- Opening Delimiter -

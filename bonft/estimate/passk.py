r"""Unbiased pass@k from counts: ``c`` correct among ``n`` samples, for many (n, c) pairs at once.

.. math:: \mathrm{pass@}k = 1 - \binom{n-c}{k} \Big/ \binom nk

The ratio of binomials comes from :mod:`bonft._core.passk` (no log-gamma
differences), so pass@k is exact to ~1e-14 relative for any n in int64.
Long vectors are scanned in blocks and distinct (n, c, k) are evaluated once.

References: Chen et al. 2021, "Evaluating Large Language Models Trained on Code".
"""
from __future__ import annotations

from typing import Any

import numpy as np

from bonft._core.checks import check_int, is_tensor
from bonft._core.passk import INT64_MAX, pass_at_k_counts

__all__ = ["pass_at_k"]


def _int_array(name: str, x: Any) -> np.ndarray:
    """Ints (numpy, torch, Python, object arrays) -> int64; values beyond int64 are refused, not wrapped."""
    if is_tensor(x):
        x = x.detach().cpu().numpy()
    arr = np.asarray(x) if not isinstance(x, int) or abs(x) <= INT64_MAX else np.asarray(x, dtype=object)
    if arr.dtype == bool or not (np.issubdtype(arr.dtype, np.integer) or arr.dtype == object):
        raise TypeError(f"{name} must hold ints, got dtype {arr.dtype}")
    if arr.dtype == object:
        for v in arr.ravel():
            check_int(name, v)
        big = [int(v) for v in arr.ravel() if abs(int(v)) > INT64_MAX]
        if big:
            raise ValueError(f"{name} must fit in int64 (|{name}| <= 2**63 - 1), got {name}={big[0]}")
        return arr.astype(np.int64, copy=False)
    if arr.dtype == np.uint64 and arr.size and int(arr.max()) > INT64_MAX:
        raise ValueError(f"{name} must fit in int64 (|{name}| <= 2**63 - 1), got {name}={int(arr.max())}")
    return arr.astype(np.int64, copy=False)


def pass_at_k(n, c, *, k):
    r"""Unbiased pass@k from ``c`` correct among ``n`` samples, broadcast elementwise.

    Shape: ``n, c, k`` ints or broadcastable int arrays ``-> float`` (all
    scalars) or an array of the broadcast shape; ``0 <= c <= n``, ``1 <= k <= n``.

    .. math:: \mathrm{pass@}k = 1 - \binom{n-c}{k} \Big/ \binom nk

    Exact to ~1e-14 relative for any n that fits in int64 (the ratio through
    :func:`bonft._core.passk.log_miss`, no log-gamma differences: checked against
    ``fractions`` up to n = 10^18); larger Python ints raise ``ValueError``.

    References: Chen et al. 2021, "Evaluating Large Language Models Trained on Code".
    """
    scalar = all(np.ndim(v) == 0 for v in (n, c, k))
    n_, c_, k_ = (_int_array(nm, v) for nm, v in (("n", n), ("c", c), ("k", k)))
    k_range = (int(k_.min()), int(k_.max())) if k_.size else (1, 1)  # before broadcasting: k is often one int
    try:
        n_, c_, k_ = np.broadcast_arrays(n_, c_, k_)
    except ValueError:
        raise ValueError(
            f"n, c and k must broadcast together, got shapes {np.shape(n)}, {np.shape(c)}, {np.shape(k)}"
        ) from None
    if n_.ndim != 1 or _any_out_of_range(n_, c_, k_, k_range):  # 1-D: a block scan first, the message if needed
        for name, bad, what in (
            ("c", c_ < 0, "c must be >= 0"),
            ("c", c_ > n_, "c must be <= n"),
            ("k", k_ < 1, "k must be >= 1"),
            ("k", k_ > n_, "k must be <= n"),
        ):
            if bad.any():
                i = tuple(int(j) for j in np.argwhere(bad)[0]) if bad.ndim else ()
                raise ValueError(f"{what} (n={int(n_[i])}), got {name}={int((c_ if name == 'c' else k_)[i])}")
    out = _pass_at_k_shared(n_, c_, k_, k_range) if n_.size > 4096 else pass_at_k_counts(n_, c_, k_)
    return float(out) if scalar else np.asarray(out, dtype=np.float64)


# Long vectors are scanned in blocks of this many elements: temporaries of a block stay in the
# allocator's reused memory, while full-length ones are fresh pages (on the development machine a
# page fault per 4 kB cost as much as the arithmetic; benchmarks/bench_estimate.py).
_BLOCK = 1 << 15


def _any_out_of_range(n: np.ndarray, c: np.ndarray, k: np.ndarray, k_range: tuple[int, int]) -> bool:
    """Whether any element of the 1-D arrays breaks ``0 <= c <= n`` or ``1 <= k <= n`` (k in ``k_range``)."""
    if k_range[0] < 1:
        return True
    one_k = k_range[0] == k_range[1]
    for s in range(0, n.size, _BLOCK):
        nb, cb = n[s:s + _BLOCK], c[s:s + _BLOCK]
        if cb.min() < 0 or (cb > nb).any():
            return True
        if (k_range[1] > nb.min()) if one_k else (k[s:s + _BLOCK] > nb).any():
            return True
    return False


def _pass_at_k_shared(n: np.ndarray, c: np.ndarray, k: np.ndarray, k_range: tuple[int, int]) -> np.ndarray:
    """Large arrays: evaluate each distinct (n, c, k) once (pools of one size share at most n+1 values)."""
    n_hi, (k_lo, k_hi) = int(n.max()), k_range
    if k_lo == k_hi and n_hi < 4 * n.size:  # one k, small pools: a table over (pool size, c)
        sizes = np.flatnonzero(np.bincount(n.ravel(), minlength=n_hi + 1))  # distinct pool sizes
        if len(sizes) <= 64:
            W = n_hi + 1  # table row width: c in 0..n_hi
            offset = np.zeros(W, dtype=np.int64)
            offset[sizes] = np.arange(len(sizes)) * W  # pool size -> start of its row in the flat table
            cs = np.arange(W)
            table = pass_at_k_counts(sizes[:, None], np.minimum(cs[None, :], sizes[:, None]), k_hi).ravel()  # (S*W,)
            if n.ndim != 1:
                return table.take(offset.take(n) + c)
            out = np.empty(n.size)
            for s in range(0, n.size, _BLOCK):  # out[i] = table[offset[n[i]] + c[i]], a block at a time
                i = offset.take(n[s:s + _BLOCK], mode="clip")  # valid indices: "clip" skips the bounds buffer
                i += c[s:s + _BLOCK]
                table.take(i, out=out[s:s + _BLOCK], mode="clip")
            return out
    span = (int(n_hi) + 1) * (int(n_hi) + 1) * (int(k_hi) + 1)
    if span >= 2**62:  # no int64 key: every element on its own
        return pass_at_k_counts(n, c, k)
    key = (n * (n_hi + 1) + c) * (k_hi + 1) + k
    uniq, inv = np.unique(key, return_inverse=True)
    if len(uniq) > n.size // 4:
        return pass_at_k_counts(n, c, k)
    kk = uniq % (k_hi + 1)
    cc = (uniq // (k_hi + 1)) % (n_hi + 1)
    return pass_at_k_counts(uniq // ((k_hi + 1) * (n_hi + 1)), cc, kk).take(inv).reshape(n.shape)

- Closing Delimiter -

Directions | Reproduce each line of the material in which the string "Language" occurs.

Result for this task |
References: Chen et al. 2021, "Evaluating Large Language Models Trained on Code".
    References: Chen et al. 2021, "Evaluating Large Language Models Trained on Code".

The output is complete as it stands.